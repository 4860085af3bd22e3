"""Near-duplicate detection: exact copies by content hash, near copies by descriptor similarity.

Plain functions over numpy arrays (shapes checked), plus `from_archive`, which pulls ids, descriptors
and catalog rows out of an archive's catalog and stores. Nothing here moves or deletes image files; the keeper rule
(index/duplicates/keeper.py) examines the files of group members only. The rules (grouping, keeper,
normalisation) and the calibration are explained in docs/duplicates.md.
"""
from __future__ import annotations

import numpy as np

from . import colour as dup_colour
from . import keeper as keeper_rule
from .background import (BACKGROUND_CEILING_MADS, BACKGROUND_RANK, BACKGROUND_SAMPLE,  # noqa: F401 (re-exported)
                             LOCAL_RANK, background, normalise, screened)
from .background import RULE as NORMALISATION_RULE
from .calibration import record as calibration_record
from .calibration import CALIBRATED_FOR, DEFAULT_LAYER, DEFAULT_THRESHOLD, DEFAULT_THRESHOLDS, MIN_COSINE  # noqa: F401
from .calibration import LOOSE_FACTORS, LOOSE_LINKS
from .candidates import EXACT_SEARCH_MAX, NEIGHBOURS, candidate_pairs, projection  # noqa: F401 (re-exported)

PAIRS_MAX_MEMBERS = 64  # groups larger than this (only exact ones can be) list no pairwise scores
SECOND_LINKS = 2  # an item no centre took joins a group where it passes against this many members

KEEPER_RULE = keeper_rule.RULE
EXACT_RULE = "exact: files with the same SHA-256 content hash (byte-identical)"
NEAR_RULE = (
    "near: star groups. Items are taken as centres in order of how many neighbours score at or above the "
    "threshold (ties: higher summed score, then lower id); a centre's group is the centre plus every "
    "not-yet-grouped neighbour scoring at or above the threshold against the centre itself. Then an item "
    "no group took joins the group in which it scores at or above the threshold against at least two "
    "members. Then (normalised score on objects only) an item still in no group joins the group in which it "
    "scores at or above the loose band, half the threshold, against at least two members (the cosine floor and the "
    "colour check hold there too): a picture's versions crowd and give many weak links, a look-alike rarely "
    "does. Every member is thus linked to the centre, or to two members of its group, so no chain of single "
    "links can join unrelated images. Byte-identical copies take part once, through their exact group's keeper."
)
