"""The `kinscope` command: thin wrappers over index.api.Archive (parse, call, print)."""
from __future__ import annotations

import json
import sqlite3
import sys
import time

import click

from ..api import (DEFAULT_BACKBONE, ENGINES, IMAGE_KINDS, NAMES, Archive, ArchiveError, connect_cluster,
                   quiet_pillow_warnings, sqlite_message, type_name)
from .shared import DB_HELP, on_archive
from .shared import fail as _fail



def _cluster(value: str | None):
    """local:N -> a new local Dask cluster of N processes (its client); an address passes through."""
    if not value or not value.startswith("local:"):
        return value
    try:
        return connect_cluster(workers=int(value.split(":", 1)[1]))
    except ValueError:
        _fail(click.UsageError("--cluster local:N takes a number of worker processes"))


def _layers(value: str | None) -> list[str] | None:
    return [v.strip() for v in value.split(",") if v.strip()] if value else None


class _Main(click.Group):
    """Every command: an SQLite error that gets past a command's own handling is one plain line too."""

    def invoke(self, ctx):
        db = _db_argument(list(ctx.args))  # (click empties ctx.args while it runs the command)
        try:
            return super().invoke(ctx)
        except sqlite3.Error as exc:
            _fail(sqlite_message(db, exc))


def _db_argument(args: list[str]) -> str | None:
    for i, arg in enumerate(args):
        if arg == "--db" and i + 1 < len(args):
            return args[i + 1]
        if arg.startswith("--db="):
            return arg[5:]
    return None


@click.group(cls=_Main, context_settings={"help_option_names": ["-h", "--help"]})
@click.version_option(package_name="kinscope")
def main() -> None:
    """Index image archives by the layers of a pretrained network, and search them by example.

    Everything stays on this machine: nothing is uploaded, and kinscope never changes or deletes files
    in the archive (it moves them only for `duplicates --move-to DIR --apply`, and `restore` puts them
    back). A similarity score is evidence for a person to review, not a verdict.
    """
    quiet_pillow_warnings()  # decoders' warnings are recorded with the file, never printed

▶ [Task]:
Lines from the start of the records through the one containing "Then (normalised score" are what should be retyped, exactly and in full, both ends included.

▶ [Response area]:
repository 4860085af3bd22e3
"""Near-duplicate detection: exact copies by content hash, near copies by descriptor similarity.

Plain functions over numpy arrays (shapes checked), plus `from_archive`, which pulls ids, descriptors
and catalog rows out of an archive's catalog and stores. Nothing here moves or deletes image files; the keeper rule
(index/duplicates/keeper.py) examines the files of group members only. The rules (grouping, keeper,
normalisation) and the calibration are explained in docs/duplicates.md.
"""
from __future__ import annotations

import numpy as np

from . import colour as dup_colour
from . import keeper as keeper_rule
from .background import (BACKGROUND_CEILING_MADS, BACKGROUND_RANK, BACKGROUND_SAMPLE,  # noqa: F401 (re-exported)
                             LOCAL_RANK, background, normalise, screened)
from .background import RULE as NORMALISATION_RULE
from .calibration import record as calibration_record
from .calibration import CALIBRATED_FOR, DEFAULT_LAYER, DEFAULT_THRESHOLD, DEFAULT_THRESHOLDS, MIN_COSINE  # noqa: F401
from .calibration import LOOSE_FACTORS, LOOSE_LINKS
from .candidates import EXACT_SEARCH_MAX, NEIGHBOURS, candidate_pairs, projection  # noqa: F401 (re-exported)

PAIRS_MAX_MEMBERS = 64  # groups larger than this (only exact ones can be) list no pairwise scores
SECOND_LINKS = 2  # an item no centre took joins a group where it passes against this many members

KEEPER_RULE = keeper_rule.RULE
EXACT_RULE = "exact: files with the same SHA-256 content hash (byte-identical)"
NEAR_RULE = (
    "near: star groups. Items are taken as centres in order of how many neighbours score at or above the "
    "threshold (ties: higher summed score, then lower id); a centre's group is the centre plus every "
    "not-yet-grouped neighbour scoring at or above the threshold against the centre itself. Then an item "
    "no group took joins the group in which it scores at or above the threshold against at least two "
    "members. Then (normalised score on objects only) an item still in no group joins the group in which it "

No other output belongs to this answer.